Although adjacent to the IL1 cluster, no previously known genes had been localized to the region of association including D2S308 and WTC122. By screening a panel of cDNA libraries for all potential exons within this region, the investigators identified one expressed clone in a fetal brain library. Further characterization including northern- and zoo-blot analysis, and 5′ and 3′ RACE, led to the identification of a novel gene approximately 3.6 kb in length that spans more than 1.4 Mb genomic DNA. The protein, named DPP10, shares features with members of the S9B family of DPP serine proteases, which includes DPP4, a widely expressed enzyme that plays a central role in chemokine processing as part of the innate immune system (47). The locus displays a complex pattern of transcript splicing, with eight alternate first exons; four of which localize within the LD block strongly associated with asthma. No coding variants were identified in DPP10. However, the WTC122 alters the sequence of a known promotor element (CdxA) adjacent to one of the alternative exons. The investigators presented some functional evaluation of this polymorphism, demonstrating that the CdxA promotor sequence differentially binds nuclear protein extract depending on which allele is present. The authors suggest that the WTC122 variant may therefore impact DPP10 expression (in either a quantitative or qualitative fashion), but no data is presented regarding WTC122 effects on DPP10 expression.
CONCLUSIONS AND FUTURE DIRECTIONS
In summary, 2003 has seen the identification of two novel asthma genes identified by positional cloning. One of these genes (PHF11) appears to primarily influence total IgE level, and impact asthma severity through this intermediate phenotype. The other, DPP10, is more strongly associated with asthma, although variation at adjacent loci may independently affect atopy-related phenotypes. In addition, weak replication was reported for the asthma associations with ADAM33 first identified in 2002. These three genes hopefully offer new insights into the pathobiology of asthma and allergy. However, it must be stressed that the functional variants, and the mechanisms by which they manifest phenotype have yet to be definitively characterized. Large-scale studies of these genes in additional populations are also needed to accurately quantify the disease risk conferred by these loci.
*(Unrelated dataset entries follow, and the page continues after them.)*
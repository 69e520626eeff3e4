import { rulesOf, type PlanAnswer, type RecipeData, type RecipeView } from '@jarday/contracts';
import { CAUTIONS, planProcess } from '@jarday/rules';
import { ThemeProvider } from '@mui/material/styles';
import { QueryClient, QueryClientProvider } from '@tanstack/react-query';
import { render, screen, waitFor } from '@testing-library/react';
import userEvent from '@testing-library/user-event';
import { createMemoryRouter, RouterProvider } from 'react-router-dom';
import { afterEach, beforeEach, describe, expect, it } from 'vitest';
import { useSessionStore } from '../../features/auth/stores/session-store';
import { bindSessionToApiClient } from '../../features/auth/utils/session';
import { bath, tomatoesInWater } from '../../features/recipes/testing/recipe-fixtures';
import { stubFetch, type RecordedRequest } from '../../testing/fetch-stub';
import { ada, orchardKitchen, sessionFor } from '../../testing/fixtures';
import { createRoutes } from '../router';
import { theme } from '../theme';

const kitchenPath = `/api/kitchens/${orchardKitchen.id}`;
// The first visit loads the editor's lazy chunk, which a cold test transform takes a while to build.
const LAZY = { timeout: 15_000 };
const UNTESTED = 'The process times were changed, so this is no longer the tested recipe. It is marked untested.';

/** A small stand-in for the server's recipe store: PUT replaces the recipe and, when times changed, untests it. */
function recipeServer(initial: RecipeView) {
  let stored = initial;
  return {
    get: () => ({ status: 200, body: stored }),
    put: (request: RecordedRequest) => {
      const data = request.body as RecipeData;
      const retimed = JSON.stringify(data.processing) !== JSON.stringify(stored.processing);
      const untested = stored.tested && retimed;
      stored = { ...stored, ...data, tested: untested ? false : data.tested };
      return { status: 200, body: { recipe: stored, notice: { untestedBecause: untested ? UNTESTED : null } } };
    },
    plan: (): { status: number; body: PlanAnswer } => {
      const result = planProcess({
        recipe: rulesOf(stored),
        jarSize: 'pint',
        pack: 'hot',
        altitude: orchardKitchen.altitude,
        canner: bath,
      });
      if (!result.ok) return { status: 200, body: result };
      return {
        status: 200,
        body: { ok: true, plan: result.plan, cautions: result.plan.cautionIds.map((id) => CAUTIONS[id]) },
      };
    },
  };
}

function renderApp(path: string) {
  const queryClient = new QueryClient({ defaultOptions: { queries: { retry: false }, mutations: { retry: false } } });
  const router = createMemoryRouter(createRoutes(queryClient), { initialEntries: [path] });
  render(
    <ThemeProvider theme={theme}>
      <QueryClientProvider client={queryClient}>
        <RouterProvider router={router} />
      </QueryClientProvider>
    </ThemeProvider>,
  );
  return { router, user: userEvent.setup() };
}

describe('saving an edited recipe', () => {
  let unbind: () => void;
  beforeEach(() => {
    unbind = bindSessionToApiClient();
    useSessionStore.getState().setSession(sessionFor(ada));
  });
  afterEach(() => unbind());

  const setup = () => {
    const recipe = tomatoesInWater();
    const server = recipeServer(recipe);
    const stub = stubFetch({
      [`GET ${kitchenPath}`]: { status: 200, body: orchardKitchen },
      [`GET ${kitchenPath}/canners`]: { status: 200, body: [bath] },
      [`GET ${kitchenPath}/recipes/${recipe.id}`]: server.get,
      [`PUT ${kitchenPath}/recipes/${recipe.id}`]: server.put,
      [`GET ${kitchenPath}/recipes/${recipe.id}/plan`]: server.plan,
    });
    return { recipe, stub, ...renderApp(`/kitchens/${orchardKitchen.id}/recipes/${recipe.id}/edit`) };
  };

  it("shows the server's untested notice after the times of a tested recipe change", { timeout: 30_000 }, async () => {
    const { recipe, stub, router, user } = setup();
    const cell = await screen.findByLabelText('Minutes for pint jars, hot pack at 1,001–3,000 ft', {}, LAZY);
    await user.clear(cell);
    await user.type(cell, '47');
    await user.click(screen.getByRole('button', { name: 'Save recipe' }));

    const title = await screen.findByText('Saved, and now marked untested', {}, LAZY);
    expect(title.closest('[role="alert"]')?.textContent).toContain(UNTESTED);
    expect(router.state.location.pathname).toBe(`/kitchens/${orchardKitchen.id}/recipes/${recipe.id}`);
    const sent = stub.to(`PUT ${kitchenPath}/recipes/${recipe.id}`)[0]?.body as RecipeData;
    expect(sent.processing.boilingWater?.rows[0]?.minutes).toEqual([40, 47, 50, 55]);
    // The page now reads the untested recipe, badge and all, and its plan uses the new time.
    await waitFor(() => expect(screen.getByLabelText('Process time').textContent).toBe('47 minutes'));
    expect(screen.getAllByText('Not a tested recipe').length).toBeGreaterThan(0);
  });

  it('says only "saved" when the times did not change', { timeout: 30_000 }, async () => {
    const { recipe, stub, user } = setup();
    const name = await screen.findByLabelText('Recipe name', {}, LAZY);
    await user.clear(name);
    await user.click(name);
    await user.paste('Tomatoes for the winter shelf');
    await user.click(screen.getByRole('button', { name: 'Save recipe' }));

    expect(await screen.findByText('Recipe saved.', {}, LAZY)).toBeTruthy();
    expect(screen.queryByText('Saved, and now marked untested')).toBeNull();
    expect(screen.queryByText('Not a tested recipe')).toBeNull();
    expect((stub.to(`PUT ${kitchenPath}/recipes/${recipe.id}`)[0]?.body as RecipeData).name).toBe(
      'Tomatoes for the winter shelf',
    );
  });
});
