import Add from '@mui/icons-material/Add';
import Button from '@mui/material/Button';
import Stack from '@mui/material/Stack';
import type { QueryClient } from '@tanstack/react-query';
import { Link as RouterLink, type LoaderFunctionArgs } from 'react-router-dom';
import { PageHeader } from '../../components/ui/page-header';
import { Loading, QueryError } from '../../components/ui/query-state';
import { paths } from '../../config/paths';
import { daysQueryOptions, useDays } from '../../features/day/api/get-days';
import { DayList } from '../../features/day/components/day-list';
import { dayPaths } from '../../features/day/utils/day-paths';
import { kitchenQueryOptions } from '../../features/kitchens/api/get-kitchen';
import { ensureQuietly, WithKitchen } from './with-kitchen';

export const clientLoader =
  (queryClient: QueryClient) =>
  ({ params }: LoaderFunctionArgs) =>
    ensureQuietly(
      Promise.all([
        queryClient.ensureQueryData(kitchenQueryOptions(params.kitchenId ?? '')),
        queryClient.ensureQueryData(daysQueryOptions(params.kitchenId ?? '')),
      ]),
    );

function Days({ kitchenId }: { kitchenId: string }) {
  const days = useDays(kitchenId);
  if (days.isPending) return <Loading label="Loading the days" />;
  if (days.isError) return <QueryError error={days.error} onRetry={() => void days.refetch()} />;
  return <DayList days={days.data} />;
}

/** /kitchens/:kitchenId/days: the kitchen's canning days, open ones first, and a new one for a lead. */
export default function DaysRoute() {
  return (
    <WithKitchen>
      {(kitchen) => (
        <Stack spacing={2}>
          <PageHeader
            title="Canning days"
            back={{ to: paths.kitchen(kitchen.id), label: kitchen.name }}
            actions={
              kitchen.role === 'lead' ? (
                <Button component={RouterLink} to={dayPaths.start(kitchen.id)} variant="contained" startIcon={<Add />}>
                  Start a canning day
                </Button>
              ) : null
            }
          />
          <Days kitchenId={kitchen.id} />
        </Stack>
      )}
    </WithKitchen>
  );
}
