import type { DayView, KitchenView } from '@jarday/contracts';
import { useQuery } from '@tanstack/react-query';
import { CounterBoard } from '../../features/day/components/counter-board';
import { dayPaths } from '../../features/day/utils/day-paths';
import { recipesQueryOptions } from '../../features/recipes/api/get-recipes';
import { dayLoader, sessionLiveAuth, useDocumentTitle, WithDay } from './day-live';

export const clientLoader = dayLoader;

function Board({ kitchen, day }: { kitchen: KitchenView; day: DayView }) {
  // The recipes only add their prep steps to the guide: the board works while they load, or without them.
  const recipes = useQuery(recipesQueryOptions(kitchen.id));
  useDocumentTitle(`${day.title} · Counter board · Jarday`);
  return (
    <CounterBoard
      kitchen={kitchen}
      day={day}
      recipes={recipes.data}
      auth={sessionLiveAuth}
      links={{ plan: dayPaths.plan(kitchen.id, day.id), pocket: dayPaths.pocket(kitchen.id, day.id) }}
    />
  );
}

/** /kitchens/:kitchenId/days/:dayId/board: the Counter board on the kitchen tablet. */
export default function BoardRoute() {
  return <WithDay>{(kitchen, day) => <Board kitchen={kitchen} day={day} />}</WithDay>;
}
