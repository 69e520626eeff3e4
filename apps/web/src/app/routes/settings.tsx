import type { KitchenView } from '@jarday/contracts';
import Card from '@mui/material/Card';
import CardContent from '@mui/material/CardContent';
import Stack from '@mui/material/Stack';
import Typography from '@mui/material/Typography';
import type { QueryClient } from '@tanstack/react-query';
import type { LoaderFunctionArgs } from 'react-router-dom';
import { PageHeader } from '../../components/ui/page-header';
import { paths } from '../../config/paths';
import { cannersQueryOptions } from '../../features/canners/api/get-canners';
import { CannerList } from '../../features/canners/components/canner-list';
import { kitchenQueryOptions } from '../../features/kitchens/api/get-kitchen';
import { AltitudeCaution } from '../../features/kitchens/components/altitude-caution';
import { KitchenSettingsForm } from '../../features/kitchens/components/kitchen-settings-form';
import { KitchenSummary } from '../../features/kitchens/components/kitchen-summary';
import { ensureQuietly, WithKitchen } from './with-kitchen';

export const clientLoader =
  (queryClient: QueryClient) =>
  ({ params }: LoaderFunctionArgs) => {
    const kitchenId = params.kitchenId ?? '';
    return ensureQuietly(
      Promise.all([
        queryClient.ensureQueryData(kitchenQueryOptions(kitchenId)),
        queryClient.ensureQueryData(cannersQueryOptions(kitchenId)),
      ]),
    );
  };

function SettingsPage({ kitchen }: { kitchen: KitchenView }) {
  const lead = kitchen.role === 'lead';
  return (
    <>
      <PageHeader
        title="Settings & canners"
        subtitle={kitchen.name}
        back={{ to: paths.kitchen(kitchen.id), label: kitchen.name }}
      />
      <Stack spacing={5}>
        <Stack component="section" spacing={2} aria-labelledby="kitchen-settings-heading">
          <Typography id="kitchen-settings-heading" variant="h2">
            Kitchen
          </Typography>
          <AltitudeCaution />
          <Card>
            <CardContent sx={{ p: { xs: 2, sm: 3 } }}>
              {lead ? (
                <KitchenSettingsForm key={kitchen.id} kitchen={kitchen} />
              ) : (
                <Stack spacing={2}>
                  <KitchenSummary kitchen={kitchen} />
                  <Typography variant="body2" sx={{ color: 'text.secondary' }}>
                    Only a lead can change these settings.
                  </Typography>
                </Stack>
              )}
            </CardContent>
          </Card>
        </Stack>
        <Stack component="section" spacing={2} aria-labelledby="canners-heading">
          <Typography id="canners-heading" variant="h2">
            Canners
          </Typography>
          <Card>
            <CardContent sx={{ p: { xs: 2, sm: 3 } }}>
              <CannerList kitchenId={kitchen.id} canManage={lead} />
            </CardContent>
          </Card>
        </Stack>
      </Stack>
    </>
  );
}

export default function SettingsRoute() {
  return <WithKitchen>{(kitchen) => <SettingsPage kitchen={kitchen} />}</WithKitchen>;
}
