import Alert from '@mui/material/Alert';
import Button from '@mui/material/Button';
import Stack from '@mui/material/Stack';
import type { QueryClient } from '@tanstack/react-query';
import { Link as RouterLink, useNavigate, type LoaderFunctionArgs } from 'react-router-dom';
import { PageHeader } from '../../components/ui/page-header';
import { Loading, QueryError } from '../../components/ui/query-state';
import { paths } from '../../config/paths';
import { cannersQueryOptions, useCanners } from '../../features/canners/api/get-canners';
import { dayPaths } from '../../features/day/utils/day-paths';
import { kitchenQueryOptions } from '../../features/kitchens/api/get-kitchen';
import { DayPlanner } from '../../features/planner/components/day-planner';
import { recipesQueryOptions, useRecipes } from '../../features/recipes/api/get-recipes';
import { ensureQuietly, WithKitchen } from './with-kitchen';

export const clientLoader =
  (queryClient: QueryClient) =>
  ({ params }: LoaderFunctionArgs) =>
    ensureQuietly(
      Promise.all([
        queryClient.ensureQueryData(kitchenQueryOptions(params.kitchenId ?? '')),
        queryClient.ensureQueryData(recipesQueryOptions(params.kitchenId ?? '')),
        queryClient.ensureQueryData(cannersQueryOptions(params.kitchenId ?? '')),
      ]),
    );

/** Today on this device, and a morning start: the planner's first guess, changed in the form. */
function initialStart(now = new Date()) {
  const pad = (n: number) => String(n).padStart(2, '0');
  return { date: `${now.getFullYear()}-${pad(now.getMonth() + 1)}-${pad(now.getDate())}`, time: '08:00' };
}

function Planner({ kitchenId, canStart }: { kitchenId: string; canStart: boolean }) {
  const navigate = useNavigate();
  const recipes = useRecipes(kitchenId);
  const canners = useCanners(kitchenId);
  if (recipes.isPending || canners.isPending) return <Loading label="Loading recipes and canners" />;
  if (recipes.isError) return <QueryError error={recipes.error} onRetry={() => void recipes.refetch()} />;
  if (canners.isError) return <QueryError error={canners.error} onRetry={() => void canners.refetch()} />;
  if (recipes.data.length === 0 || canners.data.length === 0) {
    return (
      <Stack spacing={2}>
        <Alert severity="info">
          To plan a day the kitchen needs at least one recipe in its Recipe box and one canner in its settings.
        </Alert>
        <Stack direction="row" spacing={2}>
          <Button component={RouterLink} to={paths.recipes(kitchenId)} variant="outlined">
            Recipe box
          </Button>
          <Button component={RouterLink} to={paths.settings(kitchenId)} variant="outlined">
            Canners
          </Button>
        </Stack>
      </Stack>
    );
  }
  return (
    <DayPlanner
      kitchenId={kitchenId}
      canStart={canStart}
      recipes={recipes.data}
      canners={canners.data}
      initial={initialStart()}
      onStarted={(day) => void navigate(dayPaths.board(kitchenId, day.id))}
    />
  );
}

/** /kitchens/:kitchenId/plan: the Day planner. Starting the plan opens the day's Counter board. */
export default function PlannerRoute() {
  return (
    <WithKitchen>
      {(kitchen) => (
        <Stack spacing={3}>
          <PageHeader
            title="Plan a canning day"
            subtitle={kitchen.name}
            back={{ to: dayPaths.list(kitchen.id), label: 'Canning days' }}
          />
          <Planner kitchenId={kitchen.id} canStart={kitchen.role === 'lead'} />
        </Stack>
      )}
    </WithKitchen>
  );
}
The papers detailed above demonstrate that asthma genes, like those contributing to other complex traits, can be found using the powerful approach of positional cloning, which does not require any understanding of the genes' roles a priori. As a result, new pathways, which had previously never been considered important to asthma pathogenesis, are now identified, opening new avenues for asthma research. Not to be overlooked, however, is the enormity of the effort and cost that was required for these first fruits. At the time that the bulk of this work was carried out, the human genome was not as well characterized as it is today, mandating the manual construction of physical gene maps and high-density SNP marker sets. The completion of a high-quality physical map of the human genome should make the next wave of gene hunting more feasible. Additional infrastructure is being developed to support these efforts, including the development of an extensive catalog of the common genetic variation of the genome, less costly and higher-throughput genotyping technologies to enable large-scale fine-mapping efforts, and more powerful statistical methods to efficiently analyze the data. With a rapid acceleration in SNP identification, better description of the LD pattern across the human genome as a result of the HapMap project (48), as well as a decrease in cost of SNP genotyping, 2004 should see a marked increase in the number of genes identified by positional cloning for asthma and other complex traits. Hopefully, as the technical difficulties of positional cloning diminish, we will be able to place greater emphasis on translating these discoveries to improvements in disease classification, prevention and treatment.